# Data provided
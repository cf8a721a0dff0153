import { fireEvent, screen, within } from '@testing-library/react';
import { describe, expect, it } from 'vitest';
import { fakeApi, refusal, signedInAs, site } from '../../testing/fake-api.ts';
import { renderPart } from '../../testing/render.tsx';
import type { System } from './site-systems.queries.ts';
import SiteSystemsPage from './site-systems-page.tsx';

const system: System = {
  id: '6f1de0c4-52f6-4f3a-9d0e-2b7f3f1c8a55',
  site,
  issuer: 'https://provider.example',
  subject: 'records-7',
  label: 'Training records',
  status: 'active',
  addedAt: '2026-11-02T09:00:00.000Z',
  addedBy: 'Ruth Adeyemi',
  lastUsedAt: null,
};
const tokens = { issuer: 'https://provider.example', audience: 'https://cairnstep.example/api', scope: 'submissions' };

function open(role: 'administrator' | 'steward', answers: Readonly<Record<string, unknown>> = {}, systems: readonly System[] = [system]) {
  const asked = fakeApi({
    'GET /api/account': signedInAs({ role, site: null }),
    'GET /api/site-systems': { systems, tokens },
    'GET /api/sites': { sites: [site] },
    ...answers,
  });
  renderPart(<SiteSystemsPage />);
  return asked;
}
const type = async (label: RegExp, text: string) =>
  fireEvent.change(await screen.findByRole('textbox', { name: label }), { target: { value: text } });

describe("the page of sites' systems", () => {
  it('says which system submits for which site, and what its tokens must say', async () => {
    open('steward');
    const row = await screen.findByRole('row', { name: /^Training records North Harbour Clinic \(S01\) records-7 active never/ });
    expect(within(row).getByText('by Ruth Adeyemi')).toBeTruthy();
    expect(await screen.findByText('https://cairnstep.example/api')).toBeTruthy();
    expect(screen.queryByRole('button', { name: /^(Disable|Register the)/ })).toBeNull();
  });

  it('registers a system for a site', async () => {
    const asked = open('administrator', {
      'POST /api/site-systems': { ...system, id: '6f1de0c4-52f6-4f3a-9d0e-2b7f3f1c8a66', label: 'Second system', subject: 'records-8' },
    });
    fireEvent.click(await screen.findByRole('button', { name: /Choose/ }));
    fireEvent.click(await screen.findByRole('option', { name: 'North Harbour Clinic (S01)' }));
    await type(/Client id/, 'records-8');
    await type(/Name/, 'Second system');
    fireEvent.click(screen.getByRole('button', { name: 'Register the system' }));
    expect(await screen.findByRole('row', { name: /^Second system/ })).toBeTruthy();
    expect(asked.find(({ method }) => method === 'POST')?.body).toEqual({ siteId: site.id, subject: 'records-8', label: 'Second system' });
  });

  it('names what is missing before anything is sent', async () => {
    const asked = open('administrator');
    fireEvent.click(await screen.findByRole('button', { name: 'Register the system' }));
    const summary = within(await screen.findByRole('alert'));
    expect(summary.getByRole('link', { name: 'Choose the site that the system belongs to' })).toBeTruthy();
    expect(summary.getByRole('link', { name: 'Write the client id that the identity provider gave to the system' })).toBeTruthy();
    expect(asked.some(({ method }) => method === 'POST')).toBe(false);
  });

  it('disables a system once the reader has seen what follows, and shows why it could not', async () => {
    open('administrator', { [`PUT /api/site-systems/${system.id}/status`]: () => refusal('busy', 'Try again in a moment.') });
    fireEvent.click(await screen.findByRole('button', { name: 'Disable Training records' }));
    const dialog = within(await screen.findByRole('alertdialog', { name: 'Disable Training records?' }));
    expect(dialog.getByText(/From its next request on it is refused/)).toBeTruthy();
    fireEvent.click(dialog.getByRole('button', { name: 'Disable the system' }));
    expect(await dialog.findByText('Try again in a moment.')).toBeTruthy();
  });
});
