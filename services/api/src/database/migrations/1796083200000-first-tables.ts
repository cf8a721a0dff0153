/** Every table. Columns follow the entities; a test compares the two. */
import type { MigrationInterface, QueryRunner } from 'typeorm';
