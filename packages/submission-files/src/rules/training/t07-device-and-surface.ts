import type { Rule } from '../../checking/rule.ts';

/** Devices that exist only on a treadmill, and devices that exist only off it; the classes not named may be used on either. */
const onTreadmill = new Set(['treadmill_driven_orthosis']);
const overground = new Set(['overground_powered_exoskeleton', 'overground_bws', 'conventional_overground']);

export const deviceAndSurface: Rule = {
  id: 'T07',
  evaluate: (submission, report) => {
    const bouts = submission.table('bouts');
    const device = bouts.column('device_class');
    const surface = bouts.column('surface');
    for (let row = 0; row < bouts.fileRows; row += 1) {
      const walkedOn = surface.word(row);
      const used = device.word(row);
      if (walkedOn === null || used === null) continue;
      if (onTreadmill.has(used) && walkedOn !== 'treadmill') report.add(bouts, row, 'surface', 'A treadmill device on another surface.');
      if (overground.has(used) && walkedOn === 'treadmill') report.add(bouts, row, 'surface', 'An overground device on a treadmill.');
    }
  },
};
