import type { Rule } from '../../checking/rule.ts';

const moments = ['pre', 'min', 'max', 'post'] as const;

export const orderOfPressures: Rule = {
  id: 'T12',
  evaluate: (submission, report) => {
    const sessions = submission.table('sessions');
    const pairs = moments.map((moment) => ({ systolic: sessions.column(`sbp_${moment}`), diastolic: sessions.column(`dbp_${moment}`) }));
    const readings = (['sbp', 'dbp'] as const).map((kind) => ({
      lowest: sessions.column(`${kind}_min`),
      highest: sessions.column(`${kind}_max`),
      after: sessions.column(`${kind}_post`),
    }));
    for (let row = 0; row < sessions.fileRows; row += 1) {
      for (const { systolic, diastolic } of pairs) {
        const upper = systolic.number(row);
        const lower = diastolic.number(row);
        if (upper !== null && lower !== null && lower >= upper)
          report.add(sessions, row, diastolic.variable.key, 'A diastolic pressure that is not lower than the systolic one.');
      }
      for (const { lowest, highest, after } of readings) {
        const post = after.number(row);
        if (post === null) continue;
        const max = highest.number(row);
        const min = lowest.number(row);
        if (max !== null && max < post) report.add(sessions, row, highest.variable.key, 'A highest reading below the one after training.');
        if (min !== null && min > post) report.add(sessions, row, lowest.variable.key, 'A lowest reading above the one after training.');
      }
    }
  },
};
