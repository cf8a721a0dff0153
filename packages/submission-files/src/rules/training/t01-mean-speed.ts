import { limitOf } from '../../checking/rule.ts';
import type { Rule } from '../../checking/rule.ts';

const maxMps = limitOf('T01', 'maxMps');

export const meanSpeed: Rule = {
  id: 'T01',
  evaluate: (submission, report) => {
    const bouts = submission.table('bouts');
    const distance = bouts.column('distance_m');
    const duration = bouts.column('duration_s');
    for (let row = 0; row < bouts.fileRows; row += 1) {
      const metres = distance.number(row);
      const seconds = duration.number(row);
      if (metres === null || seconds === null || seconds <= 0) continue;
      if (metres / seconds > maxMps) report.add(bouts, row, 'distance_m', `A mean speed above ${maxMps} m/s.`);
    }
  },
};
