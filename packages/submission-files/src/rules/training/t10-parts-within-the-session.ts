/**
 * Walking bouts fit into the time upright; bouts and the rests between them into the time upright and resting; and a
 * shortened session was not longer upright than it was planned to last. No file says how long a completed session lasted.
 */
import type { Rule } from '../../checking/rule.ts';

/** Times are often noted in whole minutes. */
const roundingMin = 0.5;

export const partsWithinTheSession: Rule = {
  id: 'T10',
  evaluate: (submission, report) => {
    const sessions = submission.table('sessions');
    const upright = sessions.column('upright_min');
    const resting = sessions.column('rest_min');
    const planned = sessions.column('planned_min');
    const status = sessions.column('status');
    for (let row = 0; row < sessions.fileRows; row += 1) {
      const uprightMin = upright.number(row);
      if (uprightMin === null) continue;
      const plannedMin = planned.number(row);
      if (status.word(row) === 'shortened' && plannedMin !== null && uprightMin > plannedMin) {
        report.add(sessions, row, 'upright_min', 'A shortened session with more time upright than was planned in all.');
      }
      const sums = submission.boutSums(row);
      if (!sums) continue;
      const restMin = resting.number(row);
      if (sums.walkingMin > uprightMin + roundingMin)
        report.add(sessions, row, 'upright_min', 'Bouts that together last longer than the time upright.');
      else if (restMin !== null && sums.walkingMin + sums.restsBetweenMin > uprightMin + restMin + 2 * roundingMin) {
        report.add(sessions, row, 'rest_min', 'Bouts and rests that overlap: together they last longer than the time upright and resting.');
      }
    }
  },
};
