import { attendedSessions } from '../../checking/attended-sessions.ts';
import { limitOf } from '../../checking/rule.ts';
import type { Rule, RuleReport } from '../../checking/rule.ts';
import type { Submission } from '../../checking/submission.ts';

const inSessions = limitOf('T18', 'sessions');
const walkingTimeFactor = limitOf('T18', 'walkingTimeFactor');

function heartRates(submission: Submission, report: RuleReport): void {
  const sessions = submission.table('sessions');
  const rest = sessions.column('hr_rest');
  const peak = sessions.column('hr_peak');
  for (let row = 0; row < sessions.fileRows; row += 1) {
    const resting = rest.number(row);
    const highest = peak.number(row);
    if (resting !== null && highest !== null && highest < resting)
      report.add(sessions, row, 'hr_peak', 'A highest heart rate below the resting one.');
  }
}

/** Sessions in a row of one course, rated on one scale, with the bouts of each at hand. */
function effort(submission: Submission, report: RuleReport): void {
  const sessions = submission.table('sessions');
  const rating = sessions.column('rpe');
  const scale = sessions.column('rpe_scale');
  const course = sessions.column('course_no');
  for (const attended of attendedSessions(submission)) {
    const walked = attended.map((row) => submission.boutSums(row)?.walkingMin ?? null);
    for (let end = inSessions - 1; end < attended.length; end += 1) {
      const rows = attended.slice(end - inSessions + 1, end + 1);
      const isOneSeries = new Set(rows.map((row) => `${course.number(row) ?? ''} ${scale.word(row) ?? ''}`)).size === 1;
      const ratings = rows.map((row) => rating.number(row));
      const isRising = ratings.every((value, index) => value !== null && (index === 0 || value > (ratings[index - 1] ?? Infinity)));
      const first = walked[end - inSessions + 1];
      const last = walked[end];
      if (!isOneSeries || !isRising || first == null || last == null || first === 0 || last > first * walkingTimeFactor) continue;
      report.addToOneOf(
        sessions,
        [...rows].reverse(),
        'rpe',
        `Exertion that rose over ${inSessions} sessions while walking time fell by half.`,
      );
    }
  }
}

export const heartRateAndEffort: Rule = {
  id: 'T18',
  evaluate: (submission, report) => {
    heartRates(submission, report);
    effort(submission, report);
  },
};
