/** The systems in a table; one that is lost or retired is disabled here. */
import { formatInstant } from '../../lib/format.ts';
import { announce } from '../../ui/announcer.tsx';
import { Button } from '../../ui/button.tsx';
import { ConfirmDialog } from '../../ui/confirm-dialog.tsx';
import { Table } from '../../ui/table.tsx';
import type { Column } from '../../ui/table.tsx';
import { useSetSystemStatus } from './site-systems.queries.ts';
import type { System } from './site-systems.queries.ts';

const columns: readonly Column<System>[] = [
  { key: 'label', header: 'System', value: ({ label }) => label, isRowHeader: true },
  { key: 'site', header: 'Site', value: ({ site }) => `${site.name} (${site.code})` },
  {
    key: 'client',
    header: 'Client id',
    value: ({ subject }) => subject,
    cell: ({ subject }) => <code className="inline-block min-w-40 wrap-anywhere">{subject}</code>,
  },
  {
    key: 'status',
    header: 'State',
    value: ({ status }) => status,
    cell: ({ status }) => (status === 'active' ? 'active' : <strong className="font-semibold text-oxide">disabled</strong>),
  },
  {
    key: 'used',
    header: 'Last used',
    value: ({ lastUsedAt }) => lastUsedAt,
    cell: ({ lastUsedAt }) => (lastUsedAt === null ? <span className="text-quiet">never</span> : formatInstant(lastUsedAt)),
  },
  {
    key: 'added',
    header: 'Registered',
    value: ({ addedAt }) => addedAt,
    cell: ({ addedAt, addedBy }) => (
      <>
        {formatInstant(addedAt)}
        <span className="block text-small text-quiet">by {addedBy}</span>
      </>
    ),
  },
];
const act: Column<System> = { key: 'next', header: 'Next', value: () => null, isAct: true, cell: (system) => <Switch system={system} /> };

export function SystemList({ systems, mayChange }: { readonly systems: readonly System[]; readonly mayChange: boolean }) {
  return (
    <Table
      id="systems"
      caption="Systems by site"
      columns={mayChange ? [...columns, act] : columns}
      rows={systems}
      rowKey={({ id }) => id}
      empty={mayChange ? 'No system has been registered yet. Register the first one below.' : 'No system has been registered yet.'}
      fileName="site-systems"
    />
  );
}

function Switch({ system: { id, label, site, status } }: { readonly system: System }) {
  const set = useSetSystemStatus(id);
  const isActive = status === 'active';
  const verb = isActive ? 'Disable' : 'Enable';
  return (
    <ConfirmDialog
      trigger={
        <Button variant="quiet" aria-label={`${verb} ${label}`}>
          {verb}
        </Button>
      }
      title={`${verb} ${label}?`}
      consequence={
        isActive
          ? `From its next request on it is refused. ${site.name} can still submit by hand; what the system submitted stays.`
          : `It can submit for ${site.name} again, with tokens of the identity provider.`
      }
      confirm={`${verb} the system`}
      danger={isActive}
      onConfirm={async () => {
        await set.mutateAsync(isActive ? 'disabled' : 'active');
        announce(`${label} is ${isActive ? 'disabled' : 'active again'}.`);
      }}
    />
  );
}
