import { limitOf } from '../../checking/rule.ts';
import type { Rule } from '../../checking/rule.ts';

const tolerancePoints = limitOf('T06', 'tolerancePoints') + 1e-9;
const maxPercent = limitOf('T06', 'maxPercent');

export const weightSupport: Rule = {
  id: 'T06',
  evaluate: (submission, report) => {
    const bouts = submission.table('bouts');
    const kilograms = bouts.column('bws_kg');
    const percent = bouts.column('bws_pct');
    const mass = submission.table('sessions').column('body_mass_kg');
    const { sessionOfBout } = submission;
    for (let row = 0; row < bouts.fileRows; row += 1) {
      const support = kilograms.number(row);
      if (support === null) continue;
      const session = sessionOfBout[row] ?? -1;
      const body = session < 0 ? null : mass.number(session);
      if (!body) continue;
      const computed = (100 * support) / body;
      const given = percent.number(row);
      if (computed > maxPercent) report.add(bouts, row, 'bws_kg', 'More weight support than the person weighs.');
      else if (given !== null && Math.abs(given - computed) > tolerancePoints)
        report.add(bouts, row, 'bws_pct', 'Weight support in per cent that does not fit kilograms and body mass.');
    }
  },
};
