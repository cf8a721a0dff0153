import { limitOf } from '../../checking/rule.ts';
import type { Rule } from '../../checking/rule.ts';

const minM = limitOf('T04', 'minM');
const maxM = limitOf('T04', 'maxM');

export const stepLength: Rule = {
  id: 'T04',
  evaluate: (submission, report) => {
    const bouts = submission.table('bouts');
    const distance = bouts.column('distance_m');
    const steps = bouts.column('steps');
    for (let row = 0; row < bouts.fileRows; row += 1) {
      const metres = distance.number(row);
      const count = steps.number(row);
      if (!metres || !count) continue;
      const length = metres / count;
      if (length < minM) report.add(bouts, row, 'steps', `A step length below ${minM} m.`);
      if (length > maxM) report.add(bouts, row, 'steps', `A step length above ${maxM} m.`);
    }
  },
};
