"""What is said on one connection, without a socket."""

import json
from collections.abc import Mapping
from typing import Any

import pytest

from trunnion.service.control.conversation import RequestConversation
from trunnion.service.control.peer import Peer
from trunnion.service.control.protocol import BadArguments
from trunnion.service.control.stop_conversation import StopConversation
from trunnion.service.errors import ServiceError

PEER = Peer(pid=4711, uid=1003, gid=1007)


def echo(arguments: Mapping[str, object]) -> Mapping[str, object]:
    return {"heard": dict(arguments)}


def refuse(arguments: Mapping[str, object]) -> Mapping[str, object]:
    raise ServiceError("expected the button released, got it pressed")


def dislike(arguments: Mapping[str, object]) -> Mapping[str, object]:
    raise BadArguments("expected no arguments")


def fail(arguments: Mapping[str, object]) -> Mapping[str, object]:
    raise ZeroDivisionError


def talk() -> RequestConversation:
    handlers = {"echo": echo, "refuse": refuse, "dislike": dislike, "fail": fail}
    return RequestConversation(handlers, PEER)


def replies(said: bytes) -> list[dict[str, Any]]:
    return [json.loads(line) for line in said.splitlines()]


def test_each_line_has_its_reply_in_order() -> None:
    conversation = talk()
    first = b'{"v":1,"id":1,"command":"echo","arguments":{"a":2.5}}\n{"v":1,"id":"b","comm'
    assert replies(conversation.hear(first)) == [{"v": 1, "id": 1, "result": {"heard": {"a": 2.5}}}]
    assert replies(conversation.hear(b'and":"echo"}\n')) == [
        {"v": 1, "id": "b", "result": {"heard": {}}}
    ]
    assert not conversation.is_over


@pytest.mark.parametrize(
    ("command", "kind"),
    [
        ("refuse", "refused"),
        ("dislike", "bad-arguments"),
        ("fail", "internal"),
        ("ecko", "unknown-command"),
    ],
)
def test_a_request_without_result_has_a_typed_error_and_the_talk_goes_on(
    command: str, kind: str
) -> None:
    conversation = talk()
    line = json.dumps({"v": 1, "id": 9, "command": command}).encode() + b"\n"
    (reply,) = replies(conversation.hear(line))
    assert (reply["id"], reply["error"]["kind"]) == (9, kind)
    assert reply["error"]["message"]
    assert not conversation.is_over


@pytest.mark.parametrize(
    ("garbage", "kind"),
    [(b"\x00\xff\x13 GET / HTTP\n", "malformed"), (b"x" * 5000, "too-long")],
)
def test_garbage_is_answered_and_ends_the_talk(garbage: bytes, kind: str) -> None:
    conversation = talk()
    (reply,) = replies(conversation.hear(garbage + b'{"v":1,"command":"echo"}\n'))
    assert reply["error"]["kind"] == kind
    assert conversation.is_over


class Stops:
    """A place to stop, which may fail."""

    def __init__(self, *, is_broken: bool = False) -> None:
        self.causes: list[str] = []
        self._is_broken = is_broken

    def __call__(self, cause: str) -> None:
        self.causes.append(cause)
        if self._is_broken:
            raise OSError("no space")


@pytest.mark.parametrize("line", [b"stop", b"stop\n", b"stop\r\n", b"stop   \n"])
def test_the_word_stops_without_an_end_of_line(line: bytes) -> None:
    stops = Stops()
    conversation = StopConversation(stops, PEER)
    assert conversation.hear(line) == b"stopped\n"
    assert stops.causes == ["asked for by user 1003, process 4711"]
    assert conversation.is_over


def test_the_word_may_come_in_pieces_and_stops_once() -> None:
    stops = Stops()
    conversation = StopConversation(stops, PEER)
    assert [conversation.hear(piece) for piece in (b"s", b"to", b"p", b"stop")] == [
        b"",
        b"",
        b"stopped\n",
        b"",
    ]
    assert len(stops.causes) == 1


def test_the_cause_is_kept_printable_and_short() -> None:
    stops = Stops()
    StopConversation(stops, PEER).hear(b"stop smoke\x1b[2J\xff " + b"y" * 900 + b"\nmore")
    (cause,) = stops.causes
    assert cause.startswith("asked for by user 1003, process 4711: smoke[2J\ufffd yyy")
    assert len(cause) < 260


@pytest.mark.parametrize("line", [b"status\n", b"\n", b"STOP\n", b"sto\n"])
def test_anything_else_stops_nothing(line: bytes) -> None:
    stops = Stops()
    conversation = StopConversation(stops, PEER)
    assert conversation.hear(line) == b"expected stop\n"
    assert stops.causes == []
    assert conversation.is_over


def test_a_stop_that_fails_is_answered_all_the_same() -> None:
    conversation = StopConversation(Stops(is_broken=True), PEER)
    assert b"not whole" in conversation.hear(b"stop")


@pytest.mark.parametrize(("command", "is_noted"), [("echo", True), ("status", False)])
def test_who_asked_for_a_change_is_noted(
    command: str, is_noted: bool, caplog: pytest.LogCaptureFixture
) -> None:
    caplog.set_level("INFO")
    conversation = RequestConversation({"echo": echo, "status": echo}, PEER)
    conversation.hear(json.dumps({"v": 1, "command": command}).encode() + b"\n")
    assert ("echo, asked for by user 1003, process 4711" in caplog.text) is is_noted
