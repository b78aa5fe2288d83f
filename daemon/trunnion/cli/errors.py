"""Errors that are somebody's, told in one message: the user's, a file's, a target's, a mount's."""

from collections.abc import Iterator
from contextlib import contextmanager

import typer

from trunnion.cli.output import say
from trunnion.files.problems import FileProblems
from trunnion.service.errors import ServiceError
from trunnion.sky.errors import SkyError
from trunnion_drivers.interface.errors import DriverError

FAILED = 1
"""The exit code of a command that could not do what was asked."""

MISUSED = 2
"""The exit code of a mistake in the asking; a daemon whose station file cannot be used is one too,
as no restart would mend it."""


@contextmanager
def told_plainly() -> Iterator[None]:
    """Turn an error that was raised on purpose into its message and exit code 1.

    Anything else is a mistake in the program, and keeps its traceback.
    """
    try:
        yield
    except (FileProblems, ServiceError, SkyError, DriverError) as error:
        say(str(error))
        raise typer.Exit(FAILED) from None
    except BrokenPipeError:
        raise  # whoever read our output has gone; the command line's own library knows what to do
    except OSError as error:
        place = f"{error.filename}: " if error.filename else ""
        say(f"{place}{error.strerror or error}")
        raise typer.Exit(FAILED) from None
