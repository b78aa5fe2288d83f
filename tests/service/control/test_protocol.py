"""The control protocol as values."""

import json
from contextlib import suppress

import pytest
from hypothesis import given
from hypothesis import strategies as st

from trunnion.service.control.lines import LineBuffer, LineTooLong
from trunnion.service.control.protocol import (
    ErrorKind,
    ProtocolError,
    Reply,
    Request,
    encode_error,
    encode_request,
    encode_result,
    parse_reply,
    parse_request,
)

json_values = st.recursive(
    st.none() | st.booleans() | st.integers() | st.floats(allow_nan=False, allow_infinity=False)
    | st.text(max_size=20),
    lambda inner: st.lists(inner, max_size=4) | st.dictionaries(st.text(max_size=8), inner),
    max_leaves=8,
)  # fmt: skip
ids = st.none() | st.integers() | st.text(max_size=64)


@given(ids, st.text(max_size=30), st.dictionaries(st.text(max_size=8), json_values, max_size=4))
def test_a_request_survives_the_wire(
    request_id: int | str | None, command: str, arguments: dict[str, object]
) -> None:
    request = Request(request_id, command, arguments)
    line = encode_request(request)
    assert b"\n" not in line
    assert parse_request(line) == request


@given(ids, st.dictionaries(st.text(max_size=8), json_values, max_size=4))
def test_a_reply_survives_the_wire(request_id: int | str | None, result: dict[str, object]) -> None:
    assert parse_reply(encode_result(request_id, result)) == Reply(request_id, result, None)


@pytest.mark.parametrize("kind", ErrorKind)
def test_an_error_survives_the_wire(kind: ErrorKind) -> None:
    line = encode_error("b-17", kind, "expected rest, got motion")
    assert parse_reply(line) == Reply("b-17", None, (kind, "expected rest, got motion"))


def test_the_shape_on_the_wire_is_the_documented_one() -> None:
    assert json.loads(encode_request(Request(7, "status", {}))) == {
        "v": 1,
        "id": 7,
        "command": "status",
        "arguments": {},
    }
    assert parse_request(b'{"v":1,"command":"status"}') == Request(None, "status", {})


@given(st.binary(max_size=200) | json_values.map(lambda value: json.dumps(value).encode()))
def test_whatever_comes_is_understood_or_refused_by_type(line: bytes) -> None:
    for parse in (parse_request, parse_reply):
        with suppress(ProtocolError):
            parse(line)


@pytest.mark.parametrize(
    ("line", "kind", "request_id"),
    [
        (b"", ErrorKind.MALFORMED, None),
        (b"\xff\xfe", ErrorKind.MALFORMED, None),
        (b"[1,2]", ErrorKind.MALFORMED, None),
        (b"[" * 4000, ErrorKind.MALFORMED, None),
        (b'{"v":NaN}', ErrorKind.MALFORMED, None),
        (b'{"v":1,"id":true,"command":"x"}', ErrorKind.MALFORMED, None),
        (b'{"v":1,"id":{},"command":"x"}', ErrorKind.MALFORMED, None),
        (b'{"v":2,"id":31,"command":"x"}', ErrorKind.VERSION, 31),
        (b'{"id":31,"command":"x"}', ErrorKind.VERSION, 31),
        (b'{"v":1,"id":31}', ErrorKind.MALFORMED, 31),
        (b'{"v":1,"id":31,"command":5}', ErrorKind.MALFORMED, 31),
        (b'{"v":1,"id":31,"command":"x","arguments":[]}', ErrorKind.MALFORMED, 31),
        (b'{"v":1,"id":31,"command":"x","argments":{}}', ErrorKind.MALFORMED, 31),
    ],
)
def test_what_is_refused_says_why_and_to_whom(
    line: bytes, kind: ErrorKind, request_id: int | None
) -> None:
    with pytest.raises(ProtocolError) as refused:
        parse_request(line)
    assert (refused.value.kind, refused.value.request_id) == (kind, request_id)


def test_a_result_that_json_cannot_hold_is_our_mistake() -> None:
    with pytest.raises(ValueError, match="JSON"):
        encode_result(1, {"elevation_deg": float("nan")})


def lines_of(buffer: LineBuffer) -> list[bytes]:
    return list(iter(buffer.next_line, None))


@given(
    st.lists(st.binary(max_size=20).filter(lambda b: b"\n" not in b and not b.endswith(b"\r"))),
    st.lists(st.integers(1, 7), min_size=1),
)
def test_lines_do_not_depend_on_how_they_were_cut(lines: list[bytes], cuts: list[int]) -> None:
    stream = b"".join(line + b"\n" for line in lines)
    buffer, heard, turn = LineBuffer(20), list[bytes](), 0
    while stream:
        size = cuts[turn % len(cuts)]
        buffer.add(stream[:size])
        heard += lines_of(buffer)
        stream, turn = stream[size:], turn + 1
    assert heard == lines


@pytest.mark.parametrize("data", [b"x" * 21, b"x" * 21 + b"\n"])
def test_a_line_beyond_its_bound_is_refused_whole_or_not(data: bytes) -> None:
    buffer = LineBuffer(20)
    buffer.add(b"short\n" + data)
    assert buffer.next_line() == b"short"
    with pytest.raises(LineTooLong):
        buffer.next_line()


def test_a_line_at_its_bound_passes() -> None:
    buffer = LineBuffer(20)
    buffer.add(b"x" * 20 + b"\n")
    assert buffer.next_line() == b"x" * 20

# Assignment
Please copy the lines above from the line with "const post = after.number(row);" up to and including the line with "whole minutes. */", exactly as written and with nothing else.

# Answer to this task
        const post = after.number(row);
        if (post === null) continue;
        const max = highest.number(row);
        const min = lowest.number(row);
        if (max !== null && max < post) report.add(sessions, row, highest.variable.key, 'A highest reading below the one after training.');
        if (min !== null && min > post) report.add(sessions, row, lowest.variable.key, 'A lowest reading above the one after training.');
      }
    }
  },
};
repository cf8a721a0dff0153
filename packages/submission-files/src/rules/training/t01-mean-speed.ts
import { limitOf } from '../../checking/rule.ts';
import type { Rule } from '../../checking/rule.ts';

const maxMps = limitOf('T01', 'maxMps');

export const meanSpeed: Rule = {
  id: 'T01',
  evaluate: (submission, report) => {
    const bouts = submission.table('bouts');
    const distance = bouts.column('distance_m');
    const duration = bouts.column('duration_s');
    for (let row = 0; row < bouts.fileRows; row += 1) {
      const metres = distance.number(row);
      const seconds = duration.number(row);
      if (metres === null || seconds === null || seconds <= 0) continue;
      if (metres / seconds > maxMps) report.add(bouts, row, 'distance_m', `A mean speed above ${maxMps} m/s.`);
    }
  },
};
filename packages/submission-files/src/rules/training/t10-parts-within-the-session.ts
/**
 * Walking bouts fit into the time upright; bouts and the rests between them into the time upright and resting; and a
 * shortened session was not longer upright than it was planned to last. No file says how long a completed session lasted.
 */
import type { Rule } from '../../checking/rule.ts';

/** Times are often noted in whole minutes. */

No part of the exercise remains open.